• [What the exercise asks]
For the data below, give again exactly the lines from the one containing "process.stdout.write = write;" through the one containing "const missing = path.join(await", both ends included, and no others.

***** Provided entries

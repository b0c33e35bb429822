import { Command } from 'commander';
import { readFile, writeFile } from 'node:fs/promises';
import path from 'node:path';
import sharp from 'sharp';
import { afterAll, describe, expect, it } from 'vitest';
import { registerScoreCommand } from '../../src/cli/score.js';
import { FormgleanError } from '../../src/errors.js';
import { runScore } from '../../src/eval/score-run.js';
import { formatScore } from '../../src/eval/score-table.js';
import { scoreDocument, summarizeFields } from '../../src/eval/score.js';
import { documentResult, removeTempDirs, resultField, tempDir, truthDoc, truthField, writeSet } from './score-fixtures.js';

afterAll(removeTempDirs);

// A worked example, every figure computed by hand below. Invented data: a clinic-intake form read twice;
// document a-002 failed in extract, so its fields count as absent.
const truth = {
  'a-001': truthDoc('clinic-intake', 'typed', [
    truthField('owner_name', 'text', 'Ada Finch', 'Ada Finch', [100, 100, 200, 30]),
    truthField('visit_date', 'date', '2024-03-07', '03/07/2024', [100, 200, 120, 30]),
    truthField('phone', 'phone', '+12075550142', '(207) 555-0142', [100, 300, 200, 30]),
    truthField('vaccinated', 'checkbox', true, null, [50, 400, 20, 20]),
  ]),
  'a-002': truthDoc('clinic-intake', 'handwriting', [
    truthField('owner_name', 'text', 'Bo Lark', 'Bo Lark', [100, 100, 200, 30]),
    truthField('vaccinated', 'checkbox', false, null, [50, 400, 20, 20]),
  ]),
};
const results = {
  'a-001': documentResult('/scans/a-001.png', 'clinic-intake', [
    // one letter dropped, accepted anyway: an error that slipped through; box exact
    resultField('owner_name', 'text', 'Ada Fich', 'Ada Fich', 'accepted', 0.9, { x: 100, y: 100, w: 200, h: 30 }),
    // right; box shifted 10 px: IoU = (110 x 30) / (2 x 3600 - 3300) = 3300 / 3900 = 0.846 >= 0.5
    resultField('visit_date', 'date', '2024-03-07', '03/07/2024', 'accepted', 0.95, { x: 110, y: 200, w: 120, h: 30 }),
    // two digits swapped, sent to review: an error caught; box elsewhere on the page (IoU 0)
    resultField('phone', 'phone', '+12075550124', '(207) 555-0124', 'review', 0.4, { x: 600, y: 900, w: 200, h: 30 }),
    resultField('vaccinated', 'checkbox', true, null, 'accepted', 0.99, { x: 50, y: 400, w: 20, h: 20 }),
    resultField('notes', 'text', null, '', 'accepted', 1, null), // not in the truth: counted, not scored
  ]),
};

describe('score: worked example with real files', () => {
  it('computes exact match, CER, location recall, straight-through and review figures by hand', async () => {
    const { truthDir, resultsDir } = await writeSet(truth, results, ['a-002']);
    const out = path.join(resultsDir, 'score.json');
    const { report } = await runScore({ results: resultsDir, truth: truthDir, out });
    const m = report.overall;
    expect(report.documents).toEqual({ truth: 2, scored: 1, withoutResult: 1, failed: 1, resultsWithoutTruth: 0 });
    expect(report.fields).toEqual({ scored: 6, extraInResults: 1 });
    // Exact match: visit_date and a-001 vaccinated are right; the rest wrong (a-002 absent) = 2 / 6.
    expect(m.fields).toBe(6);
    expect(m.exactMatch).toBeCloseTo(2 / 6, 12);
    // CER of normalized values (text-valued fields read by OCR), pooled, by hand:
    //   "Ada Fich" vs "Ada Finch" 1 / 9; dates 0 / 10; "+12075550124" vs "+12075550142" 2 / 12 (two
    //   substitutions); a-002 "" vs "Bo Lark" 7 / 7. Total (1 + 0 + 2 + 7) / (9 + 10 + 12 + 7) = 10 / 38.
    expect(m.cer).toBeCloseTo(10 / 38, 12);
    // Raw OCR text against the text as written: 1/9, 0/10, "(207) 555-0124" vs "(207) 555-0142" 2/14, 7/7
    //   = 10 / 40.
    expect(m.rawCer).toBeCloseTo(0.25, 12);
    // Location: owner_name, visit_date (IoU 0.846), vaccinated found; phone not; a-002 nothing = 3 / 6.
    expect([m.located, m.withBox]).toEqual([3, 6]);
    // Accepted: owner_name, visit_date, vaccinated = 3 / 6; one of them wrong (owner_name) = 1 / 3.
    expect(m.straightThrough).toBe(0.5);
    expect(m.errorAmongAccepted).toBeCloseTo(1 / 3, 12);
    // Errors 4: caught by review 3 (phone, both a-002 fields), slipped through 1; no right value held back.
    expect([m.errors, m.caughtByReview, m.slippedThrough, m.needlessReview]).toEqual([4, 3, 1, 0]);
    // ECE (Guo et al. 2017), M = 15, by hand: confidences 0.9 (wrong) -> bin 14, 0.95 and 0.99 (right) -> bin 15,
    // 0.4 (wrong) -> bin 6 = (1/3, 0.4], two absent fields at 0 (wrong) -> bin 1.
    //   1/6 |0 - 0.9| + 2/6 |1 - 0.97| + 1/6 |0 - 0.4| + 2/6 |0 - 0| = 0.15 + 0.01 + 0.0667 = 0.22667
    expect(m.ece).toBeCloseTo(0.15 + 0.01 + 0.4 / 6, 12);
    // Checkbox accuracy: a-001 ticked and read ticked; a-002 unticked but not read = 1 / 2.
    expect(report.byType.checkbox.exactMatch).toBe(0.5);
    expect([m.marks, m.markAccuracy]).toEqual([2, 0.5]);
    expect(report.byFillType['typed/checkbox'].exactMatch).toBe(1);
    expect(report.byFill.handwriting.fields).toBe(2);
    expect(report.byField['clinic-intake/phone']).toMatchObject({ type: 'phone', fields: 1, caughtByReview: 1 });

    // Files: score.json as written, and the diagram beside it.
    const written = JSON.parse(await readFile(out, 'utf8'));
    expect(written.overall.exactMatch).toBeCloseTo(2 / 6, 12);
    const meta = await sharp(path.join(resultsDir, 'score-reliability.png')).metadata();
    expect(meta.format).toBe('png');
    // The printed table names no field value (logs never print values unless asked).
    const table = formatScore(report, { perField: true });
    for (const v of ['Ada', 'Finch', '2024-03-07', '555', 'Lark']) expect(table).not.toContain(v);
    expect(table).toContain('33.33%');
  });

  it('stops with one line naming the file when a result is malformed', async () => {
    const { truthDir, resultsDir } = await writeSet(truth, results);
    const bad = path.join(resultsDir, 'a-009.json');
    await writeFile(bad, JSON.stringify({ document: { id: 'a-009' }, fields: 'none' }));
    const err = await runScore({ results: resultsDir, truth: truthDir }).catch((e: Error) => e);
    expect(err).toBeInstanceOf(Error);
    expect((err as Error).message).toContain(bad);
    expect((err as Error).message).not.toContain('\n');
  });
});

describe('tick decisions', () => {
  it('counts one per checkbox and one per printed box of a choice group (hand computation)', () => {
    const t = truthDoc('marina-slip', 'typed', [
      { ...truthField('boat_type', 'choice', 'sail', null, [10, 10, 300, 20]), parts: [
        { key: 'power', checked: false }, { key: 'sail', checked: true }, { key: 'kayak', checked: false },
      ] },
      { ...truthField('services', 'choice', ['water', 'power'], null, [10, 50, 300, 20]), parts: [
        { key: 'water', checked: true }, { key: 'power', checked: true }, { key: 'wifi', checked: false },
      ] },
      truthField('insured', 'checkbox', false, null, [10, 90, 20, 20]),
    ]);
    const r = documentResult('/scans/m-001.png', 'marina-slip', [
      resultField('boat_type', 'choice', 'power', null, 'accepted', 0.9, null), // power wrongly on, sail missed
      resultField('services', 'choice', ['water', 'wifi'], null, 'review', 0.5, null), // power missed, wifi wrong
      resultField('insured', 'checkbox', false, null, 'accepted', 0.99, null),
    ]);
    const { fields } = scoreDocument('m-001', t, r);
    // By hand: boat_type 1 of 3 right (kayak); services 1 of 3 (water); insured 1 of 1. Total 3 of 7.
    expect(fields.map((f) => f.marks)).toEqual([
      { decisions: 3, correct: 1 },
      { decisions: 3, correct: 1 },
      { decisions: 1, correct: 1 },
    ]);
    expect(summarizeFields(fields, 15).markAccuracy).toBeCloseTo(3 / 7, 12);
  });
});

describe('formglean score (command)', () => {
  it('prints the table; a missing folder is a configuration error (exit 2) in one line', async () => {
    const { truthDir, resultsDir } = await writeSet(truth, results, ['a-002']);
    const program = new Command().exitOverride();
    registerScoreCommand(program);
    const printed: string[] = [];
    const write = process.stdout.write.bind(process.stdout);
    process.stdout.write = ((chunk: string) => printed.push(chunk) > 0) as typeof process.stdout.write;
    try {
      await program.parseAsync(['score', '--results', resultsDir, '--truth', truthDir], { from: 'user' });
    } finally {
      process.stdout.write = write;
    }
    expect(printed.join('')).toMatch(/all fields\s+6\s+33\.33%/);
    expect(printed.join('')).toContain('score.json');
    const missing = path.join(await tempDir('score-none-'), 'nothing-here');
    const err = await program
      .parseAsync(['score', '--results', missing, '--truth', truthDir], { from: 'user' })
      .catch((e: unknown) => e);
    expect(err).toBeInstanceOf(FormgleanError);
    expect((err as FormgleanError).exitCode).toBe(2);
    expect((err as FormgleanError).message).toBe(`${missing}: results folder not found`);
  });
});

**********

• [Output of the task]
      process.stdout.write = write;
    }
    expect(printed.join('')).toMatch(/all fields\s+6\s+33\.33%/);
    expect(printed.join('')).toContain('score.json');
    const missing = path.join(await tempDir('score-none-'), 'nothing-here');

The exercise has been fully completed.